We now want to determine the most common genres for each market. We will build a frequency table that shows up the percentage of apps by genre
def freq_table(dataset, index):
new_dict = {}
total = 0
for row in dataset:
total += 1
value = row[index]
if value in new_dict:
new_dict[value] += 1
else:
new_dict[value] = 1
dict_percentages = {}
for key in new_dict:
percentage = (new_dict[key] / total) * 100
dict_percentages[key] = percentage
return dict_percentages
We generate this table on both sets of data
Notes and comments on iOS apps
The most common genre is Games at 58% followed by Entertainment at 7.8%.
Games and entertainments apps are the most popular general types of apps. There is a spattering of productivity apps (Education, Utilities, Health & Fitness), but these form a significant minority of the general app types.

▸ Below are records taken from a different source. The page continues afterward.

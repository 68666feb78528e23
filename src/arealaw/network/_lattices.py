"""Hypercubic lattice builders: the lattice-regularised free scalar field, V = -Δ + m²."""

import math
from dataclasses import dataclass

import numpy as np
import scipy.sparse as sp

from .._arguments import choice, real_number, whole_number
from .._errors import ZERO_MODE
from .._numerics import fits_in_memory, is_inf_word, require_memory
from ._network import OscillatorNetwork

__all__ = ["BOUNDARIES", "HypercubicLattice", "hypercubic"]

BOUNDARIES = ("dirichlet", "periodic", "open")

#: Lattices with more sites than this defer assembling V (and drawing their disorder) until a
#: method asks for it, so that methods assess them from the description alone; where V would not
#: fit in memory, ``network.potential`` is then None (V is not formed).
DEFERRED_ASSEMBLY_SITES = 2**22
#: Entries of V (m², J) and of M accepted: squares and products of correlators built from them
#: stay far from overflow and underflow (double precision spans about 1e±308).
_SCALE_RANGE = (1e-100, 1e100)


@dataclass(frozen=True)
class HypercubicLattice:
    """Description of a hypercubic lattice (what :func:`hypercubic` built).

    ``shape`` entries are ints or ``math.inf``; ``mass`` is a float, or an array of per-site masses
    (given, or drawn with ``mass_disorder``; a lattice above ``DEFERRED_ASSEMBLY_SITES`` keeps
    the given mass and draws at assembly); ``inertia`` is the diagonal of M (float or per-site
    array).
    """

    shape: tuple
    mass: object
    couplings: tuple
    boundaries: tuple
    inertia: object = 1.0
    mass_disorder: float = 0.0
    coupling_disorder: float = 0.0
    seed: object = None

    @property
    def is_infinite(self):
        """True when at least one axis is infinite."""
        return any(math.isinf(n) for n in self.shape)

    @property
    def is_uniform(self):
        """True when translation-invariant up to boundaries: scalar mass, no disorder, M = c·I."""
        return (
            np.ndim(self.mass) == 0
            and np.ndim(self.inertia) == 0
            and self.mass_disorder == 0
            and self.coupling_disorder == 0
        )

    def pencil_bounds(self):
        """(lo, hi) with lo ≤ ω² ≤ hi (up to rounding) for every eigenvalue ω² of M⁻¹V, from the
        description alone: what cost estimates use where V is not assembled.

        V = diag(m_i²) + Σ_bonds J_b (e_i − e_j)(e_i − e_j)ᵀ + Σ_walls J e_i e_iᵀ is a sum of
        positive semidefinite terms, and every J_b ≥ (1 − w)·J, so V dominates
        m_min² I + (1 − w)·(the uniform lattice's −Δ), whose smallest eigenvalue is the plane-wave
        sum Σ_(Dirichlet axes) 4J sin²(π/(2(n+1))); Gershgorin gives
        λ_max(V) ≤ m_max² + 4 Σ_axes J (1 + w).  Dividing by the extreme inertias bounds the pencil.

        Examples
        --------
        >>> from arealaw import hypercubic
        >>> lo, hi = hypercubic((5,), mass=1.0).lattice.pencil_bounds()
        >>> round(lo, 4), hi
        (1.2679, 5.0)
        """
        masses, inertia = np.asarray(self.mass, dtype=float), np.asarray(self.inertia, dtype=float)
        w = self.coupling_disorder
        walls = sum(4 * j * math.sin(math.pi / (2 * (n + 1))) ** 2
                    for n, j, b in zip(self.shape, self.couplings, self.boundaries)
                    if b == "dirichlet")
        lo = float(masses.min()) ** 2 + (1 - w) * walls
        hi = (float(masses.max()) + self.mass_disorder) ** 2 + 4 * (1 + w) * sum(self.couplings)
        return lo / float(inertia.max()), hi / float(inertia.min())

    def describe(self):
        """One line describing the lattice (shape, boundaries, mass, couplings, disorder)."""
        shape = "x".join("inf" if math.isinf(n) else str(int(n)) for n in self.shape)
        mass = f"m={self.mass:g}" if np.ndim(self.mass) == 0 else "per-site masses"
        bnd = ",".join(self.boundaries) if len(set(self.boundaries)) > 1 else self.boundaries[0]
        parts = [shape, mass, bnd]
        if len(set(self.couplings)) > 1 or self.couplings[0] != 1.0:
            parts.append("J=" + ",".join(f"{j:g}" for j in self.couplings))
        if self.mass_disorder or self.coupling_disorder:
            parts.append(f"disorder(m={self.mass_disorder:g},J={self.coupling_disorder:g},"
                         f"seed={self.seed})")
        if np.ndim(self.inertia) != 0 or self.inertia != 1.0:
            parts.append("unequal inertia" if np.ndim(self.inertia) else f"M={self.inertia:g}")
        return " ".join(parts)


def _per_axis(value, d, name, cast):
    if value is None or isinstance(value, (dict, set)):
        raise ValueError(f"{name} must be one value or one per axis, got {value!r}")
    vals = np.atleast_1d(np.asarray(value, dtype=object))
    if vals.size == 1:
        vals = np.repeat(vals, d)
    if vals.size != d:
        raise ValueError(f"{name} has {vals.size} values but the lattice has {d} axes; "
                         f"give one value or one per axis")
    return tuple(cast(v) for v in vals)


def _parse_extent(n):
    if is_inf_word(n):
        return math.inf
    if isinstance(n, float) and math.isinf(n) and n > 0:
        return math.inf
    try:
        return whole_number(n, "shape entry", minimum=1)
    except ValueError as exc:
        raise ValueError(f"{exc}; give a positive integer or 'inf' per axis") from None


def _boundary(b):
    return choice(b, "boundary", BOUNDARIES)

Notes and comments on Android apps
There is not as much of a clear preference amongst Android app users.
It is not immediately clear the exact difference between the Category
and Genres
columns, except that Category
is a coarser grouping.
In both categories, there is a mix of entertainment and productivity apps.
Apps with Most Users
Now, let’s determine the kind of apps with the most users. For the Android dataset, we can use the Installs
columns. For iOS, we will use the rating_count_tot
column. We will write a nested loop that calculates the average number of users by genre for each dataset.
ios_genres = freq_table(ios_free, 11)
for genre in ios_genres:
total = 0
len_genre = 0
for row in ios_free:
genre_app = row[11]
if genre_app == genre:
total += float(row[5])
len_genre += 1
avg_num_ratings = total / len_genre
print(genre, avg_num_ratings)
iOS conclusions
Navigation apps have the most average reviews. Social Networking, Reference, and Music are the next highest. These might be driven by a few particularly popular apps in each case, but we do get a variety here.
Android conclusions
Next, we can look at the average number of installs for the Google Play store. This dataset only gives a minimum number of installs based on ranges such as ‘100,000+’, so we will use this base number to get an estimate.
Maps and Navigation, News and Magazines, Productivity are the categories of apps that contain the highest approximate average installs.